When Adam first arrived in the U.S. in 1979 as a Korean adoptee, his childhood quickly turned into a nightmare. He and his biological sister were adopted by the Wright family in Michigan, where he suffered physical, emotional and sexual abuse. In 1986, the Wrights relinquished their parental rights to Child Services without completing Adam’s naturalization paperwork. As wards of the state, Adam and his sister became separated from each other. After living in a group home for a year, Adam was formally adopted by Thomas and Dolly-Jean Crapser in Oregon.
The Crapsers, along with their biological sons, subjected Adam and seven other foster children to years of heinous abuse and torture. In an interview with Gazillion Strong, Adam revealed that he would get choked, beaten or burnt on a daily basis during the five years he lived with his abusive adoptive family.
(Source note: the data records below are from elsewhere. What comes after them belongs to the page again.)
#include "spoolstep/io/fakes.hpp"

#include <utility>

namespace spoolstep::io {

void ScriptedInputPort::at(std::uint64_t at_us, Change change) {
  changes_.push_back(Scripted{at_us, std::move(change), false});
}

void ScriptedInputPort::fail_from(std::uint64_t at_us, PortError error, std::string what) {
  fail_from_us_ = at_us;
  fail_error_ = error;
  fail_what_ = std::move(what);
}

PortStatus ScriptedInputPort::do_read(core::InputImage& inputs, std::uint64_t scan_time_us) {
  ++reads_;
  if (fail_from_us_ && scan_time_us >= *fail_from_us_) return PortStatus::failed(fail_error_, fail_what_);
  for (Scripted& s : changes_) {
    if (!s.done && s.at_us <= scan_time_us) {
      s.change(inputs);
      s.done = true;
    }
  }
  return PortStatus::ok();
}

void RecordingOutputPort::fail_from(std::uint64_t at_us, PortError error, std::string what) {
  fail_from_us_ = at_us;
  fail_error_ = error;
  fail_what_ = std::move(what);
}

bool RecordingOutputPort::last_is_all_off() const {
  for (bool c : last_.coils) {
    if (c) return false;
  }
  for (const core::PropChannel& p : last_.prop) {
    if (p.value != 0.0f) return false;
  }
  return true;
}

PortStatus RecordingOutputPort::do_write(const core::OutputImage& outputs, std::uint64_t scan_time_us) {
  ++writes_;
  const std::uint64_t t = clock_.now_us();
  for (std::size_t i = 0; i < outputs.coils.size(); ++i) {
    if (outputs.coils[i] != last_.coils[i]) {
      changes_.push_back({t, OutputChange::Channel::kCoil, static_cast<std::uint8_t>(i), outputs.coils[i] ? 1.0f : 0.0f});
    }
  }
  for (std::size_t i = 0; i < outputs.prop.size(); ++i) {
    if (outputs.prop[i].value != last_.prop[i].value) {
      changes_.push_back({t, OutputChange::Channel::kProp, static_cast<std::uint8_t>(i), outputs.prop[i].value});
    }
  }
  last_ = outputs;
  if (fail_from_us_ && scan_time_us >= *fail_from_us_) return PortStatus::failed(fail_error_, fail_what_);
  return PortStatus::ok();
}

}  // namespace spoolstep::io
In 1991, the Crapsers were arrested and convicted of multiple counts of child abuse, child sexual abuse and child rape.
Adam, now a husband and father of three children, faces possible deportation because both sets of adoptive parents failed to complete his naturalization process and refused to provide him with his adoption papers, according to the blog Reappropriate. As an undocumented American, Adam has struggled to attend school or find work for most of his adult life. If deported, he will be sent to a country where he does not even speak the language. [KoreAm Journal]
You can read more at the link, but hopefully this gets worked out for Adam Crapser, especially since the US government is to blame for his situation considering they allowed him to be adopted without naturalization paperwork and then not once, but twice put him in abusive homes.
This was a pretty good ploy by this guys to smuggle themselves into the country:
Immigration officers are on the hunt for 77 Indian Hindus who illegally came to Korea in July by disguising themselves as pastors of Christian churches, local media reported Monday.
Eighty two Indians reportedly arrived in Korea early July by falsely claiming that they were church leaders invited to attend the “World Religious Leaders Forum,” which was held in Busan by the International Youth Fellowship (IYF).
“We arrested and deported five of them, who were illegally working for an auto parts factory in Busan,” a spokesman for the Korea Immigration Service said.